FAISALABAD: The employees of the Education Boards of Faisalabad and Lahore on Thursday decided to move court against the administration on the latter’s refusal to grant them a 50 per cent pay raise.
Khalid Javed Niazi, the All Punjab Education Boards Employees Federation chairman, told The Express Tribune that they would move court in the next three to four days.
The administration of these boards says that the employees should only be entitled to a 35 per cent raise in basic salary as they had recently recieved a 15 per cent raise in medical allowance.
Niazi rejected their stance. “Basic salary and fringe benefits are two different things,” he said, “They cannot deny us of a 50 per cent increment on grounds that we were granted a medical allowance.”
He said a similar situation had come up in 2001 as well when the Lahore High Court gave a favourable ruling distinguishing between fringe benefits and basic salary.
Meanwhile, Prof Akram Kashmiri, the Lahore Board of Intermediate and Secondary Education chairman, insisted that these employees can only get a 35 per cent raise in basic salary. Talking to media on Thursday, he said that they were recently given a medical allowance so “they should no longer bother the board with such demands.”
Niazi maintained that the boards were not authorised to bypass the cabinet’s decision. “The parliament has decided that all government employees will get 50 per cent raise. The education boards cannot overrule its decision.”

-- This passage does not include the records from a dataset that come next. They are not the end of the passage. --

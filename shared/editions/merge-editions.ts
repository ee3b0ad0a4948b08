import { editionShape, keyed, sameOrder, type Shape } from './edition-shape.js';
import type { EditionText } from './edition-text.js';
import { same } from './same.js';

export type Side = 'mine' | 'theirs';

/** What is taken where both sides changed the same: one of them, or what somebody made of the two. */
export type Choice = { readonly take: Side } | { readonly take: 'own'; readonly value: unknown };
export type Choices = ReadonlyMap<string, Choice>;

/** One piece of the text that the two sides say differently; undefined where a side does not have it. */
export interface MergeRow {
  /** The path joined by `/`: `content/cause`, `content/fixes/<key>/title`, `content/fixes/ order`. */
  readonly id: string;
  readonly path: readonly string[];
  readonly base: unknown;
  readonly mine: unknown;
  readonly theirs: unknown;
  /** With `both` somebody has to choose; otherwise the side that changed it is taken by itself. */
  readonly changedBy: Side | 'both';
}

export interface MergedEdition {
  readonly text: EditionText;
  /** What the sides say differently, in the order of the form. */
  readonly rows: readonly MergeRow[];
}

/** The last step of the path of an order of items; no item can have it for its key, for texts of one line begin without a space. */
export const orderStep = ' order';

/**
 * Merges two texts that both began as `base`, piece by piece. A piece that one side changed is taken from it; one that both
 * changed alike, as it is; one that both changed differently, by the choice made for it: mine where none is made, or whichever
 * is there where the other side took it out. Items are known by their keys: what either side added stays, what one side took
 * out goes unless the other changed it. Pure; O(size of the texts), lists by the square of their length.
 */
export function mergeEditions(
  base: EditionText,
  mine: EditionText,
  theirs: EditionText,
  choices: Choices = new Map(),
): MergedEdition {
  const rows: MergeRow[] = [];
  const text = merged(editionShape, [], { base, mine, theirs }, { choices, rows });
  return { text: text as EditionText, rows };
}

/** What is taken for a row: the choice made, or what is taken without one. */
export function choiceOf(row: MergeRow, choices: Choices): Choice {
  const made = row.changedBy === 'both' ? choices.get(row.id) : { take: row.changedBy };
  return made ?? { take: row.mine === undefined ? 'theirs' : 'mine' };
}

interface Three<T = unknown> {
  readonly base: T;
  readonly mine: T;
  readonly theirs: T;
}

interface Merging {
  readonly choices: Choices;
  readonly rows: MergeRow[];
}

type Path = readonly string[];

function merged(shape: Shape, path: Path, three: Three, merging: Merging): unknown {
  const { base, mine, theirs } = three;
  if (same(mine, theirs)) return mine;
  if (mine !== undefined && theirs !== undefined) {
    if (shape.kind === 'record') return mergedRecord(shape.members, path, three as Three<object>, merging);
    if (shape.kind === 'list') {
      const lists = { base: (base ?? []) as unknown[], mine: mine as unknown[], theirs: theirs as unknown[] };
      return mergedList(shape, path, lists, merging);
    }
  }
  return mergedWhole(path, three, merging);
}

function mergedWhole(path: Path, { base, mine, theirs }: Three, { choices, rows }: Merging): unknown {
  const changedBy = same(mine, base) ? 'theirs' : same(theirs, base) ? 'mine' : 'both';
  const row: MergeRow = { id: path.join('/'), path, base, mine, theirs, changedBy };
  rows.push(row);
  const choice = choiceOf(row, choices);
  return choice.take === 'own' ? choice.value : row[choice.take];
}

function mergedRecord(
  members: Readonly<Record<string, Shape>>,
  path: Path,
  { base, mine, theirs }: Three<object>,
  merging: Merging,
): object {
  const member = (of: object | undefined, name: string): unknown => (of as Record<string, unknown>)?.[name];
  const names = new Set([...Object.keys(mine), ...Object.keys(theirs)]);
  const entries = [...names].map((name): [string, unknown] => {
    const three = { base: member(base, name), mine: member(mine, name), theirs: member(theirs, name) };
    const shape = Object.hasOwn(members, name) ? members[name]! : ({ kind: 'whole' } as const);
    return [name, merged(shape, [...path, name], three, merging)];
  });
  return Object.fromEntries(entries.filter(([, value]) => value !== undefined));
}

function mergedList(
  { keyOf, item }: Shape & { kind: 'list' },
  path: Path,
  lists: Three<unknown[]>,
  merging: Merging,
): unknown[] {
  const [base, mine, theirs] = [lists.base, lists.mine, lists.theirs].map((items) => keyed(items, keyOf)) as [
    Map<string, unknown>,
    Map<string, unknown>,
    Map<string, unknown>,
  ];
  const kept = new Map<string, unknown>();
  for (const key of new Set([...mine.keys(), ...theirs.keys()])) {
    const three = { base: base.get(key), mine: mine.get(key), theirs: theirs.get(key) };
    const value = merged(item, [...path, key], three, merging);
    if (value !== undefined) kept.set(key, value);
  }
  const keys = { base: [...base.keys()], mine: [...mine.keys()], theirs: [...theirs.keys()] };
  return mergedOrder([...path, orderStep], keys, merging)
    .filter((key) => kept.has(key))
    .map((key) => kept.get(key));
}

/** All keys of both sides: in the order of the side that moved what they share, with what only the other has put in behind its neighbour. */
function mergedOrder(path: Path, { base, mine, theirs }: Three<string[]>, merging: Merging): string[] {
  if (sameOrder(mine, theirs)) return woven(mine, theirs);
  const inAll = (keys: readonly string[]): string[] =>
    keys.filter((key) => base.includes(key) && mine.includes(key) && theirs.includes(key));
  if (sameOrder(inAll(mine), inAll(base))) return woven(theirs, mine);
  if (sameOrder(inAll(theirs), inAll(base))) return woven(mine, theirs);
  const taken = mergedWhole(path, { base, mine, theirs }, merging);
  return taken === theirs ? woven(theirs, mine) : woven(mine, theirs);
}

function woven(leading: readonly string[], following: readonly string[]): string[] {
  const order = [...leading];
  let place = 0;
  for (const key of following) {
    const at = order.indexOf(key);
    if (at >= 0) place = at + 1;
    else order.splice(place++, 0, key);
  }
  return order;
}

An official of the Faisalabad Board said that most of the protestors believed that the boards were using the issue as an opportunity to punish the employees for putting up staunch opposition to the cancelation of registration fees in February. He said that most of the office bearers of the union belonged to Faisalabad and Lahore.
The board employees of Faisalabad and Lahore have been staging regular protests for one week. The employees of the other six education boards in the province have been granted a 50 per cent increment in basic salaries in accordance with the government directives.
Published in The Express Tribune, August 6th, 2010.